ASSIGNMENT ▸ Write the entries out again. Each one must match exactly.

BEGIN INFORMATION SUPPLIED

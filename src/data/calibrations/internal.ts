import "server-only";
import { and, asc, eq, gt, isNull, lt, sql } from "drizzle-orm";
import type { Transaction } from "../../db/client";
import { brokenConstraint } from "../../db/lost-connection";
import { calibrations } from "../../db/schema/calibrations";
import { instruments } from "../../db/schema/instruments";
import { labDetails } from "../../db/schema/lab";
import { formatRecordDayOf } from "../../format/format-date";
import { notFound, refused } from "../access/errors";

export type Period = { validFrom: Date; validUntil: Date };

/** The instrument's row, locked: one calibration of it is recorded at a time. */
export async function lockInstrument(transaction: Transaction, instrumentId: string) {
  const [found] = await transaction
    .select({ instrumentId: instruments.id, code: instruments.code })
    .from(instruments)
    .where(eq(instruments.id, instrumentId))
    .for("update");
  if (!found) throw notFound("instrument");
  return found;
}

/** The calibration's row, locked until the transaction ends. */
export async function lockCalibration(transaction: Transaction, calibrationId: string) {
  const [found] = await transaction
    .select()
    .from(calibrations)
    .where(eq(calibrations.id, calibrationId))
    .for("update");
  if (!found) throw notFound("calibration");
  return found;
}

type Days = { validFrom: string; validUntil: string };

/** Days in the lab's zone as a period that holds through the last of them, and the time of the record. */
export async function readPeriod(transaction: Transaction, { validFrom, validUntil }: Days) {
  const start = (day: string, plus: number) =>
    sql<Date>`((${day}::date + ${plus}::int)::timestamp at time zone ${labDetails.timeZone})`;
  const [read] = await transaction
    .select({
      validFrom: start(validFrom, 0).mapWith(calibrations.validFrom),
      validUntil: sql<Date>`${start(validUntil, 1)} - interval '1 millisecond'`.mapWith(
        calibrations.validUntil,
      ),
      now: sql<Date>`record_now()`.mapWith(calibrations.recordedAt),
      zone: labDetails.timeZone,
    })
    .from(labDetails);
  return read!;
}

/** The calibration that stands within this period, if there is one; the earliest of several. */
export async function findOverlap(transaction: Transaction, instrumentId: string, period: Period) {
  const [found] = await transaction
    .select()
    .from(calibrations)
    .where(
      and(
        eq(calibrations.instrumentId, instrumentId),
        isNull(calibrations.endedAt),
        lt(calibrations.validFrom, period.validUntil),
        gt(calibrations.validUntil, period.validFrom),
      ),
    )
    .orderBy(asc(calibrations.validFrom))
    .limit(1)
    .for("update");
  return found ?? null;
}

export function overlapRefusal(code: string, standing: Period & { reference: string }, zone: string) {
  const from = formatRecordDayOf(standing.validFrom, zone);
  const until = formatRecordDayOf(standing.validUntil, zone);
  return refused(
    `${code} already has a calibration in this period: ${standing.reference}, ${from} to ${until}.`,
    ["Choose a period that does not overlap, let the new calibration take over, or revoke the earlier one."],
  );
}

type NewCalibration = typeof calibrations.$inferInsert;

/** Two at once are told apart by the database: the second overlaps the first. */
export async function insertCalibration(transaction: Transaction, code: string, values: NewCalibration) {
  const [added] = await transaction
    .insert(calibrations)
    .values(values)
    .returning({ calibrationId: calibrations.id })
    .catch((error: unknown) => {
      if (brokenConstraint(error) === "calibrations_no_overlap")
        throw refused(`${code} already has a calibration in this period.`);
      throw error;
    });
  return added!.calibrationId;
}
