import type { Metadata } from "next";
import { currentContext } from "@/auth/current-actor";
import { answerPage } from "@/data/edge/answer-page";
import { listPeople } from "@/data/people";
import { peopleShown } from "@/data/people/inputs";
import { StatusMark } from "@/ui/feedback/status-mark";
import { ButtonLink } from "@/ui/layout/button-link";
import { DataTable } from "@/ui/layout/data-table";
import { EmptyState } from "@/ui/layout/empty-state";
import { pagerOf, readListPage } from "@/ui/layout/list-page";
import { ListSearch } from "@/ui/layout/list-search";
import { PageHeader } from "@/ui/layout/page-header";
import { Pager } from "@/ui/layout/pager";
import { Sheet } from "@/ui/layout/sheet";
import { Tabs } from "@/ui/layout/tabs";

export const metadata: Metadata = { title: "People" };

export default async function PeoplePage({ searchParams }: PageProps<"/people">) {
  const asked = await searchParams;
  const page = readListPage(asked);
  const shown = peopleShown.find((known) => known === asked.shown) ?? null;
  const { rows, total } = await answerPage(listPeople(await currentContext(), { ...page, shown }));
  return (
    <>
      <PageHeader
        title="People"
        actions={
          <ButtonLink kind="primary" href="/people/new">
            Add a person
          </ButtonLink>
        }
      />
      <Tabs
        label="Which people"
        tabs={[null, ...peopleShown].map((each) => ({
          href: each ? `/people?shown=${each}` : "/people",
          label: each ? `${each[0]!.toUpperCase()}${each.slice(1)}` : "All",
          current: each === shown,
        }))}
      />
      <ListSearch label="Search people" placeholder="Name or e-mail" search={page.search}>
        {shown ? <input type="hidden" name="shown" value={shown} /> : null}
      </ListSearch>
      <Sheet padding="none">
        <DataTable
          caption="People"
          rows={rows}
          rowKey={({ personId }) => personId}
          rowHref={({ personId }) => `/people/${personId}`}
          columns={[
            { key: "name", head: "Name", cell: ({ name }) => name },
            { key: "email", head: "E-mail", cell: ({ email }) => email },
            {
              key: "duties",
              head: "Role",
              cell: ({ roles, actsFor }) =>
                [...roles, ...actsFor.map(({ name }) => `for ${name}`)].join(", ") || "none",
              wrap: true,
            },
            { key: "state", head: "State", cell: stateOf },
            { key: "signIns", head: "Open sign-ins", align: "right", cell: ({ openSignIns }) => openSignIns },
          ]}
          empty={<EmptyState title="Nobody matches">Look among all people, or add one.</EmptyState>}
        />
        <Pager {...pagerOf({ path: "/people", page, shown: rows.length, total }, shown ? { shown } : {})} />
      </Sheet>
    </>
  );
}

type Row = { active: boolean; hasPassword: boolean; linkUntil: Date | null };

function stateOf({ active, hasPassword, linkUntil }: Row) {
  if (!active) return <StatusMark kind="fail">disabled</StatusMark>;
  if (hasPassword) return "can sign in";
  return <StatusMark kind="due">{linkUntil ? "has a set-up link" : "has no password"}</StatusMark>;
}
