"use client";
import { Undo2, X } from "lucide-react";
import type { ReactNode } from "react";
import { buttonStyle } from "../button-style";

type Props = {
  /** What was done: "12 readings pasted". Nothing is shown while it is null. */
  message: ReactNode | null;
  onUndo: () => void;
  onDismiss: () => void;
  undoLabel?: string;
};

/** Says what was just done, in its place on the page, with the way back. It stays until it is dismissed. */
export function UndoBar({ message, onUndo, onDismiss, undoLabel = "Undo" }: Props) {
  return (
    <div role="status">
      {message === null ? null : (
        <div className="flex flex-wrap items-center gap-x-3 gap-y-1 border-l-[3px] border-ink bg-raised px-3 py-1.5 text-small">
          <span className="min-w-0 flex-1">{message}</span>
          <button type="button" onClick={onUndo} className={buttonStyle("plain", "small")}>
            <Undo2 aria-hidden="true" size={14} />
            {undoLabel}
          </button>
          <button type="button" onClick={onDismiss} className={buttonStyle("quiet", "small")}>
            <X aria-hidden="true" size={14} />
            <span className="sr-only">Dismiss</span>
          </button>
        </div>
      )}
    </div>
  );
}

END INFORMATION SUPPLIED

TASK ANSWER ▸
filename src/data/calibrations/internal.ts
import "server-only";
import { and, asc, eq, gt, isNull, lt, sql } from "drizzle-orm";
import type { Transaction } from "../../db/client";
import { brokenConstraint } from "../../db/lost-connection";
import { calibrations } from "../../db/schema/calibrations";
import { instruments } from "../../db/schema/instruments";
import { labDetails } from "../../db/schema/lab";
import { formatRecordDayOf } from "../../format/format-date";
import { notFound, refused } from "../access/errors";

export type Period = { validFrom: Date; validUntil: Date };

/** The instrument's row, locked: one calibration of it is recorded at a time. */
export async function lockInstrument(transaction: Transaction, instrumentId: string) {
  const [found] = await transaction
    .select({ instrumentId: instruments.id, code: instruments.code })
    .from(instruments)
    .where(eq(instruments.id, instrumentId))
    .for("update");
  if (!found) throw notFound("instrument");
  return found;
}

/** The calibration's row, locked until the transaction ends. */
export async function lockCalibration(transaction: Transaction, calibrationId: string) {
  const [found] = await transaction
    .select()
    .from(calibrations)
    .where(eq(calibrations.id, calibrationId))
    .for("update");
  if (!found) throw notFound("calibration");
  return found;
}

type Days = { validFrom: string; validUntil: string };

/** Days in the lab's zone as a period that holds through the last of them, and the time of the record. */
export async function readPeriod(transaction: Transaction, { validFrom, validUntil }: Days) {
  const start = (day: string, plus: number) =>
    sql<Date>`((${day}::date + ${plus}::int)::timestamp at time zone ${labDetails.timeZone})`;
  const [read] = await transaction
    .select({
      validFrom: start(validFrom, 0).mapWith(calibrations.validFrom),
      validUntil: sql<Date>`${start(validUntil, 1)} - interval '1 millisecond'`.mapWith(
        calibrations.validUntil,
      ),
      now: sql<Date>`record_now()`.mapWith(calibrations.recordedAt),
      zone: labDetails.timeZone,
    })
    .from(labDetails);
  return read!;
}

/** The calibration that stands within this period, if there is one; the earliest of several. */
export async function findOverlap(transaction: Transaction, instrumentId: string, period: Period) {
  const [found] = await transaction
    .select()
    .from(calibrations)
    .where(
      and(
        eq(calibrations.instrumentId, instrumentId),
        isNull(calibrations.endedAt),
        lt(calibrations.validFrom, period.validUntil),
        gt(calibrations.validUntil, period.validFrom),
      ),
    )
    .orderBy(asc(calibrations.validFrom))
    .limit(1)
    .for("update");
  return found ?? null;
}

export function overlapRefusal(code: string, standing: Period & { reference: string }, zone: string) {
  const from = formatRecordDayOf(standing.validFrom, zone);
  const until = formatRecordDayOf(standing.validUntil, zone);
  return refused(
    `${code} already has a calibration in this period: ${standing.reference}, ${from} to ${until}.`,
    ["Choose a period that does not overlap, let the new calibration take over, or revoke the earlier one."],
  );
}

type NewCalibration = typeof calibrations.$inferInsert;

/** Two at once are told apart by the database: the second overlaps the first. */
export async function insertCalibration(transaction: Transaction, code: string, values: NewCalibration) {
  const [added] = await transaction
    .insert(calibrations)
    .values(values)
    .returning({ calibrationId: calibrations.id })
    .catch((error: unknown) => {
      if (brokenConstraint(error) === "calibrations_no_overlap")
        throw refused(`${code} already has a calibration in this period.`);
      throw error;
    });
  return added!.calibrationId;
}
import type { Metadata } from "next";
import { currentContext } from "@/auth/current-actor";
import { answerPage } from "@/data/edge/answer-page";
import { listPeople } from "@/data/people";
import { peopleShown } from "@/data/people/inputs";
import { StatusMark } from "@/ui/feedback/status-mark";
import { ButtonLink } from "@/ui/layout/button-link";
import { DataTable } from "@/ui/layout/data-table";
import { EmptyState } from "@/ui/layout/empty-state";
import { pagerOf, readListPage } from "@/ui/layout/list-page";
import { ListSearch } from "@/ui/layout/list-search";
import { PageHeader } from "@/ui/layout/page-header";
import { Pager } from "@/ui/layout/pager";
import { Sheet } from "@/ui/layout/sheet";
import { Tabs } from "@/ui/layout/tabs";

export const metadata: Metadata = { title: "People" };

export default async function PeoplePage({ searchParams }: PageProps<"/people">) {
  const asked = await searchParams;
  const page = readListPage(asked);
  const shown = peopleShown.find((known) => known === asked.shown) ?? null;
  const { rows, total } = await answerPage(listPeople(await currentContext(), { ...page, shown }));
  return (
    <>
      <PageHeader
        title="People"
        actions={
          <ButtonLink kind="primary" href="/people/new">
            Add a person
          </ButtonLink>
        }
      />
      <Tabs
        label="Which people"
        tabs={[null, ...peopleShown].map((each) => ({
          href: each ? `/people?shown=${each}` : "/people",
          label: each ? `${each[0]!.toUpperCase()}${each.slice(1)}` : "All",
          current: each === shown,
        }))}
      />
      <ListSearch label="Search people" placeholder="Name or e-mail" search={page.search}>
        {shown ? <input type="hidden" name="shown" value={shown} /> : null}
      </ListSearch>
      <Sheet padding="none">
        <DataTable
          caption="People"
          rows={rows}
          rowKey={({ personId }) => personId}
          rowHref={({ personId }) => `/people/${personId}`}
          columns={[
            { key: "name", head: "Name", cell: ({ name }) => name },
            { key: "email", head: "E-mail", cell: ({ email }) => email },
            {
              key: "duties",
              head: "Role",
              cell: ({ roles, actsFor }) =>
                [...roles, ...actsFor.map(({ name }) => `for ${name}`)].join(", ") || "none",
              wrap: true,
            },
            { key: "state", head: "State", cell: stateOf },
            { key: "signIns", head: "Open sign-ins", align: "right", cell: ({ openSignIns }) => openSignIns },
          ]}
          empty={<EmptyState title="Nobody matches">Look among all people, or add one.</EmptyState>}
        />
        <Pager {...pagerOf({ path: "/people", page, shown: rows.length, total }, shown ? { shown } : {})} />
      </Sheet>
    </>
  );
}

type Row = { active: boolean; hasPassword: boolean; linkUntil: Date | null };

function stateOf({ active, hasPassword, linkUntil }: Row) {
  if (!active) return <StatusMark kind="fail">disabled</StatusMark>;
  if (hasPassword) return "can sign in";
  return <StatusMark kind="due">{linkUntil ? "has a set-up link" : "has no password"}</StatusMark>;
}
"use client";
import { Undo2, X } from "lucide-react";
import type { ReactNode } from "react";
import { buttonStyle } from "../button-style";

type Props = {
  /** What was done: "12 readings pasted". Nothing is shown while it is null. */
  message: ReactNode | null;
  onUndo: () => void;
  onDismiss: () => void;
  undoLabel?: string;
};

/** Says what was just done, in its place on the page, with the way back. It stays until it is dismissed. */
export function UndoBar({ message, onUndo, onDismiss, undoLabel = "Undo" }: Props) {
  return (
    <div role="status">
      {message === null ? null : (
        <div className="flex flex-wrap items-center gap-x-3 gap-y-1 border-l-[3px] border-ink bg-raised px-3 py-1.5 text-small">
          <span className="min-w-0 flex-1">{message}</span>
          <button type="button" onClick={onUndo} className={buttonStyle("plain", "small")}>
            <Undo2 aria-hidden="true" size={14} />
            {undoLabel}
          </button>
          <button type="button" onClick={onDismiss} className={buttonStyle("quiet", "small")}>
            <X aria-hidden="true" size={14} />
            <span className="sr-only">Dismiss</span>
          </button>
        </div>
      )}
    </div>
  );
}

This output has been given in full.